Work item:
Search each line below for "order", then return the lines where it appears.

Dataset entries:

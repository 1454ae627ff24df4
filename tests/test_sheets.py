"""Several files as one grid: tiles joined bit for bit, sheets over each other in order, failures that name the file."""

import pickle
import warnings
from dataclasses import replace
from itertools import pairwise, product
from pathlib import Path

import numpy as np
import pytest
import rasterio
import shapely
from hypothesis import assume, given
from hypothesis import settings as hypothesis_settings
from hypothesis import strategies as st
from numpy.testing import assert_allclose, assert_array_equal
from rasterio.transform import Affine
from rasterio.windows import Window
from utils_geometry import EMPTY
from utils_grid import DATA, masked_bilinear, write_nc, write_tif
from utils_pipeline import assert_same_results, screened_of, settings_for, small_coast

from shelfmap import profiles as profiles_module
from shelfmap.coast import Coast
from shelfmap.errors import GridError, LayerError
from shelfmap.geodesy import Projection
from shelfmap.grid import INSIDE, OUTSIDE, VOID, open_grid
from shelfmap.inspection import inspect_grid
from shelfmap.pipeline import screen
from shelfmap.profiles import place_on, sample_profiles, step_of
from shelfmap.settings import VOID_LAND_M, GridSettings, TransectSettings
from shelfmap.sheets import boxes_meet
from shelfmap.transects import transects_from_lines
from shelfmap.vectors import read_table

NO_COAST = Coast(lines=(), islets=EMPTY, source="none")
PLAIN = {"x0": 3.0, "y0": 50.0, "dx": 0.25, "dy": 0.125}  # sides that binary numbers hold exactly


def opened(*paths, **settings):
    return open_grid(GridSettings(path=paths, **{"positive": "up", **settings}))


def whole(source):
    return source.read(0, source.n_rows, 0, source.n_cols)


def write_cut(folder, values, row_edges, col_edges, *, overlap=0, **place):
    """Write a grid as tiles; each goes on for `overlap` cells north and east of its own."""
    paths = []
    for row0, row1 in pairwise(row_edges):
        for col0, col1 in pairwise(col_edges):
            tile = values[row0 : row1 + overlap, col0 : col1 + overlap]
            corner = {"x0": place["x0"] + col0 * place["dx"], "y0": place["y0"] + row0 * place["dy"]}
            paths.append(write_tif(folder / f"{row0}-{col0}-{overlap}.tif", tile, **{**place, **corner}))
    return paths


def rough(shape, seed=1, void_share=0.1):
    rng = np.random.default_rng(seed)
    values = rng.uniform(-900, 200, shape).astype(np.float32)
    values[rng.random(shape) < void_share] = np.nan
    return values


# --- files on one lattice --------------------------------------------------------------------------------------


@pytest.fixture(scope="module")
def cuts(tmp_path_factory):
    """A grid, and the same cut with and without overlap, its tiles in any order."""
    folder = tmp_path_factory.mktemp("cuts")
    values = rough((40, 50))
    plain = write_cut(folder, values, (0, 9, 30, 40), (0, 17, 20, 50), **PLAIN)
    over = write_cut(folder, values, (0, 9, 30, 40), (0, 17, 20, 50), overlap=3, **PLAIN)
    return opened(write_tif(folder / "whole.tif", values, **PLAIN)), opened(*plain), opened(*over[::-1])


def test_a_grid_cut_into_tiles_is_the_grid(cuts):
    one, *others = cuts
    for other in others:
        assert len(other.sheets) == 1
        assert len(other.files) == 9
        assert {name: getattr(other, name) for name in ("x0", "y0", "dx", "dy", "n_rows", "n_cols", "wraps")} == {
            name: getattr(one, name) for name in ("x0", "y0", "dx", "dy", "n_rows", "n_cols", "wraps")
        }
        assert other.box_deg == one.box_deg
        assert_array_equal(whole(other).depth_m, whole(one).depth_m)


@given(
    row0=st.integers(-3, 39), n_rows=st.integers(1, 45), col0=st.integers(-3, 49), n_cols=st.integers(1, 55),
    seed=st.integers(0, 2**32 - 1),
)  # fmt: skip
@hypothesis_settings(max_examples=30, deadline=None)
def test_windows_and_samples_of_tiles_are_those_of_the_grid(cuts, row0, n_rows, col0, n_cols, seed):
    one, *others = cuts
    assume(row0 + n_rows > 0 and col0 + n_cols > 0)
    rng = np.random.default_rng(seed)
    lon, lat = rng.uniform(2.5, 16.0, 20), rng.uniform(49.5, 55.5, 20)
    expected, (depth_m, state) = one.read(row0, row0 + n_rows, col0, col0 + n_cols), one.sample(lon, lat)
    for other in others:
        window = other.read(row0, row0 + n_rows, col0, col0 + n_cols)
        assert_array_equal(window.depth_m, expected.depth_m)
        assert (window.row0, window.col0, window.wrap_cols) == (expected.row0, expected.col0, 0)
        found_m, found = other.sample(lon, lat)
        assert_array_equal(found_m, depth_m)
        assert_array_equal(found, state)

Task solution:
"""Several files as one grid: tiles joined bit for bit, sheets over each other in order, failures that name the file."""
    """A grid, and the same cut with and without overlap, its tiles in any order."""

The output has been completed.